# Do I need Rubicon? Or will an X do?



## Night_Sailor (Jan 5, 2004)

I've been debating purchasing a Jeep for plowing. I'm located in Southern Connecticut and I have have many accounts handed off to me--most of which are difficult to plow for a pickup truck. My brother plows with a 1 ton Mason Dump. We have talked about working as a team where he blasts through to push the big stuff and I follow to do clean up and anything that would require him to do too much back and forth. I'd also like to simply do as many of my own accounts as possible.

My other option is to buy a 3/4 ton pick up, pull the bed off and cut the frame, move the axle forward, shorten the rear drive shaft, and put some ballast in the back. Obviously, this would be a tough plow truck, nearly as maneuverable as a Jeep, but with not quite as good a turning radius.

The bottom line is I'm not sure how tough a Jeep is for plowing. Will I need the bigger Rubicon axles? How long can I expect the front end to hold together on a newer Jeep? Am I better off building up an older Jeep with bigger springs and axles? Do I even need all that? Should I go cheap or new? Any advice would be welcome.


----------



## THEGOLDPRO (Jun 18, 2006)

Night_Sailor;453308 said:


> I've been debating purchasing a Jeep for plowing. I'm located in Southern Connecticut and I have have many accounts handed off to me--most of which are difficult to plow for a pickup truck. My brother plows with a 1 ton Mason Dump. We have talked about working as a team where he blasts through to push the big stuff and I follow to do clean up and anything that would require him to do too much back and forth. I'd also like to simply do as many of my own accounts as possible.
> 
> My other option is to buy a 3/4 ton pick up, pull the bed off and cut the frame, move the axle forward, shorten the rear drive shaft, and put some ballast in the back. Obviously, this would be a tough plow truck, nearly as maneuverable as a Jeep, but with not quite as good a turning radius.
> 
> The bottom line is I'm not sure how tough a Jeep is for plowing. Will I need the bigger Rubicon axles? How long can I expect the front end to hold together on a newer Jeep? Am I better off building up an older Jeep with bigger springs and axles? Do I even need all that? Should I go cheap or new? Any advice would be welcome.

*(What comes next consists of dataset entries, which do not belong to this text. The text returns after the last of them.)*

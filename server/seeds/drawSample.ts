import sharp from 'sharp'
import { shapeFor } from './rightToLeftStrokes.ts'
import { paperOf, pencilOf } from './samplePaper.ts'
import { seededRandom, type SeededRandom } from './seededRandom.ts'
import {
  paperMargins,
  sampleDpi,
  samplePixelsPerMm,
  type SampleDrawing,
  type Stroke,
} from './sampleDrawing.ts'
import { canBeMirrored, glyphFor, mirrored, type Glyph, type Point } from './strokeFont.ts'

/**
 * Draws the sample as PNG at 200 dpi. The same drawing always gives the same bytes. Throws on a character the stroke
 * font does not have, and when the text does not fit on the paper.
 */
export async function drawSample(drawing: SampleDrawing): Promise<Buffer> {
  return sharp(Buffer.from(sampleSvg(drawing)))
    .flatten({ background: '#FFFFFF' })
    .withMetadata({ density: sampleDpi })
    .png({ compressionLevel: 6 })
    .toBuffer()
}

/** The sample as SVG, one user unit for each millimetre. */
export function sampleSvg(drawing: SampleDrawing): string {
  const { widthMm, heightMm } = drawing
  const random = seededRandom(drawing.seed)
  const strokes = strokesOf(drawing, random)
  const pixels = (mm: number) => Math.round(mm * samplePixelsPerMm)
  return [
    `<svg xmlns="http://www.w3.org/2000/svg" width="${pixels(widthMm)}" height="${pixels(heightMm)}" viewBox="0 0 ${widthMm} ${heightMm}">`,
    paperOf(drawing),
    pencilOf(strokes, drawing, random),
    '</svg>',
  ].join('\n')
}

interface Placed {
  glyph: Glyph
  /** Left edge and baseline in millimetres, and size against the x-height asked for. */
  x: number
  y: number
  scale: number
  pressure: number
}

const unitsPerXHeight = 100
const isLetter = (character: string) => /\p{L}/u.test(character)

function strokesOf(drawing: SampleDrawing, random: SeededRandom): Stroke[] {
  const mmPerUnit = drawing.xHeightMm / unitsPerXHeight
  const shear = Math.tan((drawing.slantDegrees * Math.PI) / 180)
  return placeGlyphs(drawing, random).flatMap(({ glyph, x, y, scale, pressure }) => {
    const lean = shear + random.around(0.09 * drawing.jitter)
    const size = mmPerUnit * scale
    return glyph.strokes.map((stroke) => ({
      pressure: pressure * (1 + random.around(0.12 * drawing.jitter)),
      points: wobble(
        stroke.map((point) => ({ x: x + (point.x + point.y * lean) * size, y: y - point.y * size })),
        drawing.xHeightMm * 0.05 * drawing.jitter,
        random,
      ),
    }))
  })
}

/** A hand does not tremble at every point: the deviation drifts from one point to the next. */
function wobble(points: readonly Point[], size: number, random: SeededRandom): Point[] {
  let offset: Point = { x: random.around(size), y: random.around(size) }
  return points.map(({ x, y }) => {
    offset = { x: offset.x * 0.72 + random.around(size), y: offset.y * 0.72 + random.around(size) }
    return { x: x + offset.x, y: y + offset.y }
  })
}

function placeGlyphs(drawing: SampleDrawing, random: SeededRandom): Placed[] {
  const { text, jitter, xHeightMm, widthMm, heightMm, lineSpacingMm, script } = drawing
  const turned = lettersToMirror(drawing, random)
  const mmPerUnit = xHeightMm / unitsPerXHeight
  const rightToLeft = script === 'right_to_left_shapes'
  const [start, end] = [paperMargins.leftMm + 2, widthMm - paperMargins.rightMm]
  const gap = rightToLeft ? 0 : 26
  const placed: Placed[] = []
  let row = 0
  // Measured from where the line begins, whichever side that is.
  let along = 0
  let index = 0

  for (const word of text.split(' ')) {
    const glyphs = [...word].map((character) => {
      const glyph = rightToLeft ? shapeFor(character) : glyphFor(character)
      const turn = isLetter(character) && turned.has(index)
      index += 1
      return turn ? mirrored(glyph) : glyph
    })
    index += 1
    const wordMm = glyphs.reduce((sum, glyph) => sum + (glyph.width + gap) * mmPerUnit, 0)
    if (along > 0 && start + along + wordMm > end) {
      row += 1
      along = random.unit() * 1.6 * jitter
    }
    const ruled = paperMargins.topMm + row * lineSpacingMm
    if (ruled > heightMm - 4) throw new Error('The text does not fit on the paper')
    for (const glyph of glyphs) {
      const scale = 1 + random.around(0.13 * jitter)
      const advance = glyph.width * mmPerUnit * scale
      const drift = (drawing.driftMm * along) / 100
      const bounce = random.around(0.14 * jitter * xHeightMm)
      placed.push({
        glyph,
        x: rightToLeft ? end - along - advance : start + along,
        y: ruled - 0.4 + drift + bounce,
        scale,
        pressure: 1 + random.around(0.18 * jitter),
      })
      along += advance + gap * mmPerUnit * (1 + random.around(0.55 * jitter))
    }
    along += 62 * mmPerUnit * (1 + random.around(0.4 * jitter))
  }
  return placed
}

/** Positions in the text of the letters to turn round. */
function lettersToMirror(
  { text, mirroredLetters, script }: SampleDrawing,
  random: SeededRandom,
): Set<number> {
  if (mirroredLetters === 0 || script !== 'latin') return new Set()
  const candidates = [...text].flatMap((character, index) => (canBeMirrored(character) ? [index] : []))
  if (candidates.length < mirroredLetters)
    throw new Error('The text has too few letters that can be turned round')
  return new Set(random.shuffled(candidates).slice(0, mirroredLetters))
}
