/** Random numbers that come out the same for the same seed, so that a drawing or a made-up date never changes. */
export interface SeededRandom {
  /** 0 up to, not including, 1. */
  unit: () => number
  /** Evenly between -size and +size. */
  around: (size: number) => number
  /** The items in a new order. */
  shuffled: <T>(items: readonly T[]) => T[]
}

/** The generator known as mulberry32 (public domain): small, quick and good enough for pictures, not for secrets. */
export function seededRandom(seed: number): SeededRandom {
  let state = seed >>> 0
  const unit = () => {
    state = (state + 0x6d2b79f5) >>> 0
    let mixed = Math.imul(state ^ (state >>> 15), state | 1)
    mixed ^= mixed + Math.imul(mixed ^ (mixed >>> 7), mixed | 61)
    return ((mixed ^ (mixed >>> 14)) >>> 0) / 4_294_967_296
  }
  return {
    unit,
    around: (size) => (unit() * 2 - 1) * size,
    shuffled: (items) =>
      items
        .map((item) => ({ item, at: unit() }))
        .toSorted((a, b) => a.at - b.at)
        .map(({ item }) => item),
  }
}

wel let me start by saying doing all that work to a 3/4 ton would be a waist of time and money, honestly thats the most redicioulous thing i have ever heard. as for the jeep their are alot of guys that plow on here with em, and never complain of problems, how much plowing are you actually gonna do???? sounds like you just got a bunch of small residentials whicha jeep would be fine for.


----------



## toby4492 (Dec 28, 2005)

THEGOLDPRO;453318 said:


> wel let me start by saying doing all that work to a 3/4 ton would be a waist of time and money, honestly thats the most redicioulous thing i have ever heard. as for the jeep their are alot of guys that plow on here with em, and never complain of problems, how much plowing are you actually gonna do???? sounds like you just got a bunch of small residentials whicha jeep would be fine for.


I would agree with Goldpro here. Check out the Sno-Way thread. We have many customers with Jeeps running our plows.


----------



## the_experience (Feb 28, 2007)

If you're looking for cheap I would bypass the Rubicon. Sure it has "Dana 44's" but they aren't the same as the classic half ton axle you'd find under a Ford, Dodge, Jeep, IH, etc. The TJ Rubicon D44 uses Dana 30 tubes and outers so there is no real gain there. The JK Rubicon is going to be slightly better yet, but there are other issues to deal with on them.

My recommendation might be to look for a YJ. The leafspring suspension is going to be easier to deal with when it comes to compensating for the plow. They are also cheaper obviously. What's really cool is that they have a high pinion Dana 30 front axle. Is it as strong as the Dana 44 in the TJ Rubicon? Arguably no, but it certainly is a step in the right direction. It is still going to have the same weaknesses as the Rubicon axles.

I don't think the 4:1 transfer case is going to be advantageous when plowing. You're just going to end up over torquing the wheels and spinning them. Likewise, the air lockers are cool, but need some mods to work "well." A set of Aussie Lockers for the YJ would be a cheaper choice and they just plain work if you find you need traction aiding differentials.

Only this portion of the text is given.